Stored data
☆ ☆ ☆ ☆ ☆

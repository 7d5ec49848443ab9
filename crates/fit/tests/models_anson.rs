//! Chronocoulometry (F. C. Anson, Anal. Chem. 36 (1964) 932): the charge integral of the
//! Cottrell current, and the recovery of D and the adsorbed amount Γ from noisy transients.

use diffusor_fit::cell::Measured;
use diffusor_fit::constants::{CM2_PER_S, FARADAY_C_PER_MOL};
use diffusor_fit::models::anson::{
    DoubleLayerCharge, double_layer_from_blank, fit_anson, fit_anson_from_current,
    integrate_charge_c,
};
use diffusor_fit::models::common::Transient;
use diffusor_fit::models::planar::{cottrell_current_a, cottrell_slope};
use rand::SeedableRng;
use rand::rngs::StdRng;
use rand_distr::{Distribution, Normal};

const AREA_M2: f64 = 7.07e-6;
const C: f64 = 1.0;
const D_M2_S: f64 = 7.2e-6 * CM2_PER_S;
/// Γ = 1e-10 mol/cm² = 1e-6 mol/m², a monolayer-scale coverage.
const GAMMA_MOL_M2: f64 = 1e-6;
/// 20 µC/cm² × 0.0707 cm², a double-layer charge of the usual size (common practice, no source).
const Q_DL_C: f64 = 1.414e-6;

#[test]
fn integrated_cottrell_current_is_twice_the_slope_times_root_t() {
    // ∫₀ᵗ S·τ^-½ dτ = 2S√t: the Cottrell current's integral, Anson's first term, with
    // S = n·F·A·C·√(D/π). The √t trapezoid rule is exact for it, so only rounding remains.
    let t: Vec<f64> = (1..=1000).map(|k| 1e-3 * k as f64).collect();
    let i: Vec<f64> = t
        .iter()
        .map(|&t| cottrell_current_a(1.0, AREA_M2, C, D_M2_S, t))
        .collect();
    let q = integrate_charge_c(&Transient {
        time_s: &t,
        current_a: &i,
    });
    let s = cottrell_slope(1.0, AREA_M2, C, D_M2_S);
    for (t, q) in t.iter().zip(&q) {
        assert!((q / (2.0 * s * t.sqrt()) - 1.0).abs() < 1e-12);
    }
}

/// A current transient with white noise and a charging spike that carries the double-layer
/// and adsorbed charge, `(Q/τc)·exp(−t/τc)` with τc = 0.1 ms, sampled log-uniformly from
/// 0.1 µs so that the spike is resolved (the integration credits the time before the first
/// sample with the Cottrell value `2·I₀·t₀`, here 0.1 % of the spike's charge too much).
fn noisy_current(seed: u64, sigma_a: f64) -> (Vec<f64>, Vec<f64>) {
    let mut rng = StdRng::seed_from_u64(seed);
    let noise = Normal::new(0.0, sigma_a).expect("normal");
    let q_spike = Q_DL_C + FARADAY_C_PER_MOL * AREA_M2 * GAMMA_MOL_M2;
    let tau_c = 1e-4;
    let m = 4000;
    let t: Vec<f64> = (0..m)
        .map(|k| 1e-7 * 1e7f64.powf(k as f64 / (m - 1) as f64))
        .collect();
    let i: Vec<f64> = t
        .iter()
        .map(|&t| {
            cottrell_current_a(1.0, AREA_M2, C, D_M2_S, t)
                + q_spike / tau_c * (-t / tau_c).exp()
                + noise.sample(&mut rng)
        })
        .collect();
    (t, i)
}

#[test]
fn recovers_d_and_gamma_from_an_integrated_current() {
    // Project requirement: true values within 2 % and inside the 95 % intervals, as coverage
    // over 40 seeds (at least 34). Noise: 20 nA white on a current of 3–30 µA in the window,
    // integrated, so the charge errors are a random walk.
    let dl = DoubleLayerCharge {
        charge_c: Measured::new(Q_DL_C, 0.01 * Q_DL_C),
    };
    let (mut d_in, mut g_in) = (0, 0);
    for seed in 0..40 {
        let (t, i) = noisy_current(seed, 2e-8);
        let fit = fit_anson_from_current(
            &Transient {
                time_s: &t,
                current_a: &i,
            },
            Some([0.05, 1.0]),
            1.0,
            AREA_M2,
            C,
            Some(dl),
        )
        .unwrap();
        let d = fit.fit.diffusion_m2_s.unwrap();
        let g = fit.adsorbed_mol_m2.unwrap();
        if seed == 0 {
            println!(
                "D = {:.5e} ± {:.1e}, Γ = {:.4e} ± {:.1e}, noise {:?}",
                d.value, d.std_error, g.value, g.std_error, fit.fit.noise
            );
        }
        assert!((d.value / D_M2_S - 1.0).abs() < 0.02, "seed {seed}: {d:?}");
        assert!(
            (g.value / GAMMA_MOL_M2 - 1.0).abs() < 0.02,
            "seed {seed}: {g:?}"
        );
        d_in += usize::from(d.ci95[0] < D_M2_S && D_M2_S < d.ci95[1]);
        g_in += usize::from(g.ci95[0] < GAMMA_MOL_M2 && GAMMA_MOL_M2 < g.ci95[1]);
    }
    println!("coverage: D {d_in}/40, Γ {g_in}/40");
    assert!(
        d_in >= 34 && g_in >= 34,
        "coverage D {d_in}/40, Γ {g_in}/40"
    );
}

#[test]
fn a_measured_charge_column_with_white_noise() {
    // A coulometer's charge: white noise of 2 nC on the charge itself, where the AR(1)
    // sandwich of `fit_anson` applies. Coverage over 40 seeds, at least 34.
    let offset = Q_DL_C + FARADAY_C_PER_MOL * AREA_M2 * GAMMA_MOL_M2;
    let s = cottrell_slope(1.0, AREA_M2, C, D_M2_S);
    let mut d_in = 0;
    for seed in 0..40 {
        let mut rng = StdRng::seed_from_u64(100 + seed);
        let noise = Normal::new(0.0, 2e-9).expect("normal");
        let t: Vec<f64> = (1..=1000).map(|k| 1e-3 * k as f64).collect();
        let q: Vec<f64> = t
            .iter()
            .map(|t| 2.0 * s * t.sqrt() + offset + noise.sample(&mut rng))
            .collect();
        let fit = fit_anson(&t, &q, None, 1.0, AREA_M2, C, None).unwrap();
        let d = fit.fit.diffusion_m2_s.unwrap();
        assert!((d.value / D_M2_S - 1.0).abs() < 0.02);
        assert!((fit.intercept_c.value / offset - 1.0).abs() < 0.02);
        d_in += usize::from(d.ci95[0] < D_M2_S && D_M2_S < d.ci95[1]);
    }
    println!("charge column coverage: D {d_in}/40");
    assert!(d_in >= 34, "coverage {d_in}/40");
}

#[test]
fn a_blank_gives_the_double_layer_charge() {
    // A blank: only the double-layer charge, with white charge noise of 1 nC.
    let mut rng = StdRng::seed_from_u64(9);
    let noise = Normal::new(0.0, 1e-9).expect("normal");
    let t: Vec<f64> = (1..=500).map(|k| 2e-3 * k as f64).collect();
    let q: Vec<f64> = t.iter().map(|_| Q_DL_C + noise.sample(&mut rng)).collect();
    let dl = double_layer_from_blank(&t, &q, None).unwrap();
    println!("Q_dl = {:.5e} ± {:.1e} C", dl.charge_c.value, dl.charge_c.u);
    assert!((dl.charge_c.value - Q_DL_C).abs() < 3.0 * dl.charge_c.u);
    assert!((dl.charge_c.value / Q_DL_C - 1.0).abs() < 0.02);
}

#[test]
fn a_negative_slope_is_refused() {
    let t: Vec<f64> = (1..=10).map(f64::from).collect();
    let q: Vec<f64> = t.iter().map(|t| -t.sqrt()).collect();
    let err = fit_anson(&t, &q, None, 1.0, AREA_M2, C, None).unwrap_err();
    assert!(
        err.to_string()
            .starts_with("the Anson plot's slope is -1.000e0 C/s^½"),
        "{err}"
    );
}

☆ ☆ ☆ ☆ ☆

Return a copy of each line in the records above that has "Normal" in it.

• [Result of this exercise]:
use rand_distr::{Distribution, Normal};
    let noise = Normal::new(0.0, sigma_a).expect("normal");
        let noise = Normal::new(0.0, 2e-9).expect("normal");
    let noise = Normal::new(0.0, 1e-9).expect("normal");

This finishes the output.